The term "implicit initialization" sounds technical. But it's gobbledygook. It means nothing.

And the compiler doesn't use this made-up term either. To wit:

int main()
{
    struct Foo {
        void some_member() {}
        int a = 1;
    };
    int val = 0;
    switch (val){
        case 1:
            Foo f;
            break;
        case 2:
            f.some_member(); // use f;
    }
}

Compiler output:

<source>: In function 'int main()':
<source>:12:14: error: jump to case label
   12 |         case 2:
      |              ^
<source>:10:17: note:   crosses initialization of 'main()::Foo f'
   10 |             Foo f;
      |                 ^

And that's all. Initialization, plain and simple. When you remove the initializer for the member Foo::a, there's no more initialization, and the compiler will be OK with that:

int main()
{
    struct Foo {
        void some_member() {}
        int a;
    };
    int val = 0;
    switch (val){
        case 1:
            Foo f; // OK - no initialization at all
            break;
        case 2:
            f.some_member(); // use f
            if (f.a) {};     // undefined behavior, a is uninitialized here
    }
}

Now, f.a is not initialized, and that's OK unless you attempt to use its value. The access to f.a doesn't cause a compile-time failure, but is undefined behavior, just as-if you wrote the following:

int main() {
   int a;
   if (a) {} // undefined behavior, a isn't initialized
}

Modern compilers can and will use the uninitialized variable/member access as an optimization hint. The code that uses the uninitialized value may be removed, for example.

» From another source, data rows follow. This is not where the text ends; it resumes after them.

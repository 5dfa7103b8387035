"""convert-csv on more than one core: chunks converted side by side, written
in the file's order.

Each chunk of rows is converted on its own (its lines depend on nothing
else in the file). With ``jobs`` of 2 the program converts the first chunk
itself, hands the second to a helper process, converts the third while the
helper works, and so on; the chunks' lines are written in order, each once
it and every chunk before it are done. The program reads the file; a
helper is handed a block of its lines as one text (cheap to pass) and reads
them as CSV itself. At most ``jobs`` chunks are in hand at once, so memory
stays flat with the file. A bad row ends the run as it does on one core:
the lines of every chunk before its own are written, then its error is
raised (naming its line), whichever process read it.

Helpers are forked processes, so this runs only on Linux, where ``fork``
is the system's own way of starting one; elsewhere, and for a file of one
chunk, everything is converted in the one process (no helper is started).
A helper that dies is not waited for: its chunk is converted here instead.
"""
from __future__ import annotations

import os
import signal
import sys
import time
from collections import deque
from typing import Callable


def helpers_possible() -> bool:
    """Whether helper processes can be forked here (Linux)."""
    return sys.platform.startswith("linux") and hasattr(os, "fork")


def default_jobs() -> int:
    """2 where a second core and forked helpers are there, else 1."""
    return 2 if helpers_possible() and (os.cpu_count() or 1) >= 2 else 1


def _broken_pool() -> type:
    from concurrent.futures.process import BrokenProcessPool
    return BrokenProcessPool


def _quiet_helper() -> None:
    """A helper leaves Ctrl-C to the program, which stops it."""
    signal.signal(signal.SIGINT, signal.SIG_IGN)


class InOrder:
    """Chunks converted by ``convert(*args)`` (a function of a module, so a
    helper can be handed it), here or in helpers, their lines handed to
    ``write`` in the order the chunks were put. :meth:`put` each chunk,
    :meth:`finish` at the end, :meth:`close` in a ``finally``."""

    def __init__(self, convert: Callable[..., bytes], write: Callable[[bytes], object],
                 jobs: int = 1):
        self._convert = convert
        self._write = write
        self._jobs = max(1, int(jobs)) if helpers_possible() else 1
        self._pool = None               # a ProcessPoolExecutor, from the first helper
        self._pending: deque = deque()  # [future or None, args, bytes or exception]
        self._mine: list | None = None  # this round's chunk for this process, held
        self._round = 0                 # chunks put in this round
        self.own_s: float | None = None  # how long this process took for its last chunk

    @property
    def jobs(self) -> int:
        """How many processes convert (1: this one alone)."""
        return self._jobs

    def put(self, *args) -> None:
        """Take a chunk; write the lines of the chunks now done, in order.
        Chunks go in rounds of ``jobs``: the first of each is this process's,
        held until the others are handed to helpers (so they work while it
        converts its own), or until :meth:`finish` (a file of one chunk
        starts no helper)."""
        if self._round == 0:
            self._mine = [None, args, None]
            self._pending.append(self._mine)
        else:
            try:
                future = self._helpers().submit(self._convert, *args)
            except _broken_pool():      # a helper died between chunks: this one is done here
                self._helpers_lost()
                future = None
            self._pending.append([future, args, None])
        self._round += 1
        if self._round >= self._jobs:
            self._end_round()

    def finish(self) -> None:
        """Write the lines of every chunk still in hand, in order; the
        helpers, idle now, are ended."""
        if self._round:
            self._end_round()
        if self._pool is not None:
            self._pool.shutdown(wait=True)
            self._pool = None

    def alone(self) -> None:
        """Convert every chunk from now on in this process (the ones in
        hand are written first): where a chunk converts about as fast as it
        is read, handing it over costs more than it saves."""
        self.finish()
        self._jobs = 1

    def _end_round(self) -> None:
        """Convert this process's chunk of the round, then write the round."""
        mine, self._mine, self._round = self._mine, None, 0
        started = time.perf_counter()
        try:
            mine[2] = self._convert(*mine[1])
        except Exception as e:          # raised once the chunks before it are written
            mine[2] = e
        self.own_s = time.perf_counter() - started
        self._drain()

    def close(self) -> None:
        """Stop the helpers without waiting for a chunk nobody will write."""
        if self._pool is not None:
            self._pool.shutdown(wait=False, cancel_futures=True)
            self._pool = None

    def _helpers_lost(self) -> None:
        """A helper died: the rest is converted in this process."""
        self.close()
        self._jobs = 1

    def _helpers(self):
        if self._pool is None:          # imported here: 15 ms a file of one chunk need not pay
            import multiprocessing
            from concurrent.futures import ProcessPoolExecutor
            self._pool = ProcessPoolExecutor(max_workers=self._jobs - 1,
                                             mp_context=multiprocessing.get_context("fork"),
                                             initializer=_quiet_helper)
        return self._pool

    def _drain(self) -> None:
        while self._pending:
            future, args, done = self._pending.popleft()
            if future is None and done is None:     # a helper's chunk none could take
                done = self._convert(*args)
            elif future is not None:
                try:
                    done = future.result()
                except _broken_pool():      # the helper died: convert its chunk here
                    self._helpers_lost()
                    done = self._convert(*args)
            if isinstance(done, Exception):
                raise done
            self._write(done)
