def ack_flag(conn, uuid: str, code: str, note: str) -> dict:
    """Acknowledge a flag of a reading with a note (kept; a second ack of the
    same flag is refused so the first note stays)."""
    with transaction(conn):
        row = get_reading(conn, uuid)
        if row is None:
            raise StoreError("No such reading.", "uuid", 404)
        if code not in (row["flags"] or "").split(";"):
            raise StoreError(f"This reading has no flag {code!r}.", "code", 400)
        try:
            conn.execute("INSERT INTO flag_acks (reading_id, code, note, acked_at) "
                         "VALUES (?,?,?,?)", (row["id"], code, note, utc_now()))
        except sqlite3.IntegrityError:
            raise StoreError("This flag was acknowledged already.", "code", 409) from None
    return acks_for_readings(conn, [row["id"]])[row["id"]]


def acked_reading_ids(conn) -> set[int]:
    return {r[0] for r in conn.execute("SELECT DISTINCT reading_id FROM flag_acks")}


def insert_ack(conn, reading_id: int, code: str, note: str, acked_at: str | None = None):
    """Low-level: one acknowledgement row (the caller holds the transaction)."""
    conn.execute("INSERT INTO flag_acks (reading_id, code, note, acked_at) VALUES (?,?,?,?)",
                 (reading_id, code, note, acked_at or utc_now()))


def insert_void(conn, reading_id: int, reason: str, voided_at: str | None = None):
    """Low-level: one void row (the caller holds the transaction and checked status)."""
    conn.execute("INSERT INTO voids (reading_id, reason, voided_at) VALUES (?,?,?)",
                 (reading_id, reason, voided_at or utc_now()))


def acks_for_readings(conn, reading_ids) -> dict[int, list[dict]]:
    ids = list(reading_ids)
    out: dict[int, list[dict]] = {i: [] for i in ids}
    for k in range(0, len(ids), 500):
        part = ids[k:k + 500]
        for r in conn.execute(
                f"SELECT reading_id, code, note, acked_at FROM flag_acks WHERE reading_id IN "
                f"({','.join('?' * len(part))}) ORDER BY id", part):
            out[r["reading_id"]].append({"code": r["code"], "note": r["note"],
                                         "acked_at": r["acked_at"]})
    return out


def list_readings(conn, site_id: int | None = None, sample: str | None = None,
                  date_from: str | None = None, date_to: str | None = None,
                  newest_first: bool = True) -> list[sqlite3.Row]:
    return list(iter_readings(conn, site_id, sample, date_from, date_to, newest_first))
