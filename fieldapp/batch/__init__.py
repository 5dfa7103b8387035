"""Convert a CSV file of readings in chunks: the engine behind `convert-csv`.

Rows are read in chunks, each chunk is converted by the same vectorized core
as a single reading (science.convert.convert_batch); cells are read by
fieldapp.forms, and written out before the next chunk is read, so memory
stays flat however long the file is.

The work is done a column at a time, not a cell at a time: the cells are
read into a Batch by :mod:`.cells`, the output lines made by :mod:`.lines`.
"""
from __future__ import annotations

import csv
import gc
import io
from itertools import chain, islice
from operator import itemgetter
from typing import Iterable, Iterator, TextIO

import numpy as np

from ..science import InputError, convert
from .cells import CONTEXT_COLUMNS, RowError, columns_to_batch, columns_to_batch_in_contexts
from . import blocks, lines, parallel
from .lines import _write_json, format_number

__all__ = ["INPUT_COLUMNS", "OUTPUT_COLUMNS", "CHUNK_ROWS", "RowError", "columns_to_batch",
           "convert_csv", "format_number"]

#: Input columns convert-csv understands; only value and unit are required.
INPUT_COLUMNS = ("value", "unit", "sample", "ratio", "temp_c", "compensated", "sp",
                 "texture", "tds_factor", "theta_g_pct", "matric_MPa", "ece_method", "crop",
                 "salt_type")

#: Output columns, in order, appended after the input columns.
OUTPUT_COLUMNS = ("ec25_dS_m", "ece_dS_m", "ece_method", "psi_s_MPa", "psi_s_method",
                  "psi_s_handbook60_MPa", "psi_s_rule_004_MPa", "psi_s_nacl_pitzer_MPa",
                  "psi_s_seawater_pss78_MPa",
                  "tds_mg_L", "relative_yield_pct", "leaching_requirement", "flags")

CHUNK_ROWS = 50_000


def chunks(reader: Iterable, size: int = CHUNK_ROWS) -> Iterator[list]:
    it = iter(reader)
    while True:
        buf = list(islice(it, size))
        if not buf:
            return
        yield buf


def _even(chunk: list, width: int) -> list:
    """The rows as lists of exactly ``width`` cells, blank lines skipped (as
    csv.DictReader reads them: a short row's missing cells are None, a long
    row's extra cells are dropped)."""
    if set(map(len, chunk)) == {width}:
        return chunk
    return [r if len(r) == width else (r + [None] * (width - len(r)))[:width]
            for r in chunk if r]


def convert_csv(src: TextIO, dst: TextIO, chunk_rows: int = CHUNK_ROWS,
                fmt: str = "csv", jobs: int = 1) -> int:
    """Read readings from ``src`` (CSV with a header), write them with the
    computed columns to ``dst``: as CSV, or with ``fmt="json"`` as one JSON
    object per line (numbers unrounded, flags as a list of codes). Returns the
    number of rows. Raises RowError naming the line of the first row that
    cannot be a reading. With ``jobs`` above 1 (CSV, on Linux), chunks are
    converted side by side by helper processes (:mod:`.parallel`); the
    output is the same."""
    paused = gc.isenabled()
    gc.disable()        # nothing here makes cycles; a million rows' lists made the
    try:                # collector walk every live chunk again and again
        return _convert(src, dst, chunk_rows, fmt, jobs)
    finally:
        if paused:
            gc.enable()


def _convert(src: TextIO, dst: TextIO, chunk_rows: int, fmt: str, jobs: int = 1) -> int:
    reader = csv.reader(src)
    header = next(reader, None)
    if not header or "value" not in header or "unit" not in header:
        raise RowError("the file needs a header row with at least the columns value and unit "
                       f"(known columns: {', '.join(INPUT_COLUMNS)}).", "file")
    in_cols = list(header)
    pos = {c: i for i, c in enumerate(in_cols)}      # a repeated name: its last cell, as before
    out_cols = [c for c in OUTPUT_COLUMNS if c not in in_cols]
    if fmt == "json":
        return _convert_json(reader, dst, in_cols, pos, out_cols, chunk_rows)
    write = _utf8_writer(dst)
    head = io.StringIO()
    csv.writer(head, lineterminator="\r\n").writerow(in_cols + out_cols)
    write(head.getvalue().encode("utf-8"))
    in_order = parallel.InOrder(_chunk_lines, write, jobs)
    try:
        total, rest = blocks.put_line_blocks(src, in_order, (in_cols, pos, out_cols), chunk_rows)
        if rest is not None:            # a cell may hold a line break: csv.reader from here
            for chunk, line in _row_chunks(csv.reader(chain(rest, src)), len(in_cols),
                                           chunk_rows, 2 + total):
                in_order.put(chunk, in_cols, pos, out_cols, line)
                total += len(chunk)
        in_order.finish()
    finally:
        in_order.close()
    return total


def _row_chunks(reader, width: int, chunk_rows: int, line: int) -> Iterator[tuple[list, int]]:
    """(each chunk of rows, ``width`` cells each, blank ones left out; the
    line of its first row), counting lines from ``line``."""
    for chunk in chunks(reader, chunk_rows):
        chunk = _even(chunk, width)
        if chunk:
            yield chunk, line
        line += len(chunk)


def _convert_json(reader, dst, in_cols, pos, out_cols, chunk_rows: int) -> int:
    total = 0
    for chunk, line in _row_chunks(reader, len(in_cols), chunk_rows, 2):
        columns = _columns(chunk, pos)
        out = _converted(columns, len(chunk), line)
        _write_json(dst, in_cols, columns, out, out_cols, len(chunk))
        total += len(chunk)
    return total


def _chunk_lines(rows, in_cols, pos: dict, out_cols, line: int) -> bytes:
    """The CSV lines of a chunk: its rows, or its text (lines each one row,
    :func:`blocks.rows_of_text`)."""
    if isinstance(rows, str):
        rows = _even(blocks.rows_of_text(rows), len(in_cols))
    return _csv_chunk(rows, in_cols, pos, out_cols, line) if rows else b""


def _utf8_writer(dst: TextIO):
    """A function writing UTF-8 bytes to ``dst``: straight to its binary
    buffer where it has one and writes UTF-8 (no decoding and encoding again,
    and no text-mode newline translation: the lines end in CRLF, as
    csv.writer ends them, on Windows too), else decoded into it."""
    raw = getattr(dst, "buffer", None)
    encoding = (getattr(dst, "encoding", None) or "").lower().replace("-", "").replace("_", "")
    if raw is not None and encoding == "utf8":
        dst.flush()                     # what was written as text goes first
        return raw.write
    return lambda data: dst.write(data.decode("utf-8"))


def _columns(chunk: list, pos: dict) -> dict:
    by_pos = list(zip(*chunk))
    return {c: by_pos[i] for c, i in pos.items()}


def _converted(columns: dict, n: int, line: int) -> dict:
    """convert_batch of the chunk's columns; an error names its line (or the chunk's)."""
    try:
        return convert.convert_batch(columns_to_batch(columns, n, line))
    except RowError:
        raise
    except InputError as e:
        raise RowError(f"lines {line}-{line + n - 1}: {e.message}", e.field) from None


def _csv_chunk(chunk: list, in_cols, pos: dict, out_cols, line: int) -> bytes:
    """The chunk's CSV lines, UTF-8. A file repeats readings (the same value, unit,
    sample... on many rows); where at least half the rows repeat another, only
    the distinct readings are converted and formatted, each row taking the
    results of its own (every input column the conversion reads is in the
    key, so a row's results are the ones it would get on its own). Any input
    error sends the whole chunk the usual way, which names the first bad line."""
    names = [c for c in INPUT_COLUMNS if c in pos]
    heads = lines.row_texts(chunk, in_cols, pos)
    found = _distinct_rows(chunk, heads, [pos[c] for c in names])
    if found is not None:
        rows, codes = found
        try:
            out = convert.convert_batch(
                columns_to_batch(dict(zip(names, zip(*rows))), len(rows), line))
        except InputError:
            pass
        else:
            return lines.csv_lines(heads, out, out_cols, codes)
    else:
        out = _in_contexts(chunk, pos, names, line)
        if out is not None:
            return lines.csv_lines(heads, out, out_cols)
    return lines.csv_lines(heads, _converted(_columns(chunk, pos), len(chunk), line), out_cols)


def _in_contexts(chunk: list, pos: dict, names: list, line: int) -> dict | None:
    """The chunk converted where its readings all differ but few contexts
    (the words of a row: unit, sample, ratio, texture, crop...) are shared
    by many rows: each context's cells are read once and given to all its
    rows with their codes, the number columns (value, temperature...) read
    a column at a time (:func:`cells.columns_to_batch_in_contexts`). None
    where the contexts are too many, or any cell is refused: the usual way
    then names the first bad line."""
    n = len(chunk)
    words = [c for c in names if c in CONTEXT_COLUMNS]
    found = _distinct(chunk, [pos[c] for c in words], n // 8) if words else ([()], None)
    if found is None:
        return None
    rows, codes = found
    numbers = {c: list(map(itemgetter(pos[c]), chunk)) for c in names if c not in CONTEXT_COLUMNS}
    try:
        return convert.convert_batch(columns_to_batch_in_contexts(
            numbers, dict(zip(words, zip(*rows))), codes, n, line))
    except InputError:
        return None


def _key(positions: list):
    """A row's cells at ``positions``, as a tuple."""
    return itemgetter(*positions) if len(positions) > 1 else (lambda r: (r[positions[0]],))


def _first_seen(keys, n: int, most: int) -> tuple[dict, np.ndarray] | None:
    """(each distinct key -> the row it first appears on, in that order;
    each row's index among the distinct keys) for ``n`` rows' ``keys``, or
    None where there are more than ``most``."""
    first: dict = {}
    seen = np.fromiter(map(first.setdefault, keys, range(n)), dtype=np.intp, count=n)
    if len(first) > most:
        return None
    dense = np.empty(n, dtype=np.intp)
    dense[np.fromiter(first.values(), dtype=np.intp, count=len(first))] = np.arange(len(first))
    return first, dense[seen]


def _distinct(chunk: list, positions: list, most: int) -> tuple[list, np.ndarray] | None:
    """(the distinct tuples of the cells at ``positions``; each row's index
    among them), or None where there are more than ``most``."""
    found = _first_seen(map(_key(positions), chunk), len(chunk), most)
    return None if found is None else (list(found[0]), found[1])


def _distinct_rows(chunk: list, heads: list, positions: list) -> tuple[list, np.ndarray] | None:
    """(the distinct tuples of the cells at ``positions``; for each row, the
    index of its own), or None where fewer than half the rows repeat one.

    Rows whose whole text (``heads``, from :func:`lines.row_texts`) is the
    same are found first, hashing strings the rows already have; only where
    they differ too often (a note or an id on each row) are the cells the
    conversion reads made into keys; neither is tried where the value column
    alone has too many distinct cells (in a sample of about 2,000 rows
    first, then in all). A text gives its cells back (quoted
    CSV; an empty cell and a short row's missing one read alike), so rows of
    one text are one reading."""
    n = len(chunk)
    sample = chunk[:: max(1, n // 2000)]     # values mostly distinct in a sample: no repeats
    if len(set(map(itemgetter(positions[0]), sample))) * 4 > len(sample) * 3 \
            or len(set(map(itemgetter(positions[0]), chunk))) * 2 > n:
        return None
    found = _first_seen(heads, n, n // 2)      # rows of the same text: the same reading
    if found is None:
        return _distinct(chunk, positions, n // 2)
    first, codes = found
    key = _key(positions)
    return [key(chunk[i]) for i in first.values()], codes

CodePudding user response:

According for example to the C 17 Standard (9.7 Declaration statement)

3 It is possible to transfer into a block, but not in a way that bypasses declarations with initialization. A program that jumps91 from a point where a variable with automatic storage duration is not in scope to a point where it is in scope is ill-formed unless the variable has scalar type, class type with a trivial default constructor and a trivial destructor, a cv-qualified version of one of these types, or an array of one of the preceding types and is declared without an initializer

The class std::string does not has a trivial default constructor and a trivial destructor.

In this code snippet

struct Foo{};
switch(val){
    case 1:
       Foo f; // ok not-implicitly initialized like std::string
    break;
    case 2:
        f.some_member(); // use f;
}

the class Foo has a trivial default constructor and a trivial destructor.

and for example (15.1 Constructors)

6 A default constructor is trivial if it is not user-provided and if:

(6.1) — its class has no virtual functions (13.3) and no virtual base classes (13.1), and

(6.2) — no non-static data member of its class has a default member initializer (12.2), and

(6.3) — all the direct base classes of its class have trivial default constructors, and

(6.4) — for all the non-static data members of its class that are of class type (or array thereof), each such class has a trivial default constructor.

Otherwise, the default constructor is non-trivial.